Way up near the North Pole, 44 N. Stanwich, which sold for $6 million in 1994 and asked $8.9 million last year, is back as a “new” listing at $7.950. Its listing describes it as “close to shopping” which, if the neighbor’s kids set up a lemonade stand, I suppose it is.

7 Comments

Filed under Uncategorized

Job killers – eco nuts join the trial lawyers

Who, us?

The Chiobani Yogurt company, mentioned here yesterday as just one of many food companies targeted by trial lawyers “in search of their next big payday” is also in the sights of so-called environmentalists who are furiously trying to stop the introduction of more dairy cows in New York state which would enable Chiobani to expand its milk supply and thus, its production.

The story of Chobani is amazing: four years ago a Turkish immigrant took over a shuttered Kraft yogurt factory upstate, switched it to making “Greek” yogurt, fought to win customers among the supermarket chains and now employs hundreds of workers and buys tons of milk from local farmers in what was a dying dairy industry. That success has placed the company squarely in the trial lawyers sights and the eco-nuts.

Regulations block further growth. The Concentrated Animal Feeding Operation (CAFO) rules force any dairy farm that wants to expand above 200 cows to get a special permit; the process includes hiring a certified cow-poop planner to come up with a strategy to deal with waste runoff. (Nitrogen from the poop can wind up in water resources, where it can be harmful to fish and plants.)

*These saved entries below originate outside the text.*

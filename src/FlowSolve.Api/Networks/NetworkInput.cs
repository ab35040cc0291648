using System.Globalization;
using FlowSolve.Api.Contracts;
using FlowSolve.Api.Problems;
using FlowSolve.Api.Pumps;
using FlowSolve.Core.Fluids;
using FlowSolve.Core.Networks;
using FlowSolve.Core.Pumps;

namespace FlowSolve.Api.Networks;

/// <summary>A validated network request, in SI, ready for the Core.</summary>
/// <remarks>Detail is full, summary or elements (see <see cref="NetworkOutputInput"/>); Chosen holds the ids to list
/// with elements, else null.</remarks>
internal sealed record NetworkProblem(
    PumpUnits Units, NetworkModel Model, double[] Multipliers, string Method, double? WaterCelsius,
    List<AssumptionDto> Assumptions, List<WarningDto> Warnings, string Detail = NetworkInput.FullDetail, HashSet<string>? Chosen = null);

The feds also regulate cow poop, so New York farmers have to comply with those rules, too. Dean Norton, president of the state Farm Bureau, says total CAFO compliance runs $50,000 to $150,000 per farm.

Crossing the 200-cow line isn’t cheap. Kerry Adams, who owns Black Brook Farms in Shortsville, said at the summit that exceeding the 200-head limit would cost her $2,400 per cow to fund more than $400,000 in structural upgrades.

“It’s very hard on a small farm to meet those regulations,” she said.

Cuomo’s solution is to raise the limit to 300 cows per farm — which is where the federal rules already kick in. “Changing those CAFO regs, I think, is going to send a different signal that we are serious about this and we get it, and we get the role of the state,” he said at the summit.

But environmentalists will fight. “We’re not going to help them pollute,” William Cooke of the Citizens Campaign for the Environment said of raising the 200-cow limit.

And five green groups, including the Sierra Club and Environment New York, issued a joint statement worrying that “New York state will weaken state environmental protections put in place to protect public health, safety and the environment.”

Other environmentalists have hyperventilated that raising the cap amounts to “throwing away” water standards.

But the Farm Bureau says only 800 farms, max, could take advantage of the relaxed regulations. That means, at most, 80,000 more cows—when New York already has 611,000.

Chobani isn’t waiting for New Yorkers to decide whether they want deserted farms or jobs and prospering dairy farms – it’s expanding in Idaho instead, which will suit the people haters just fine.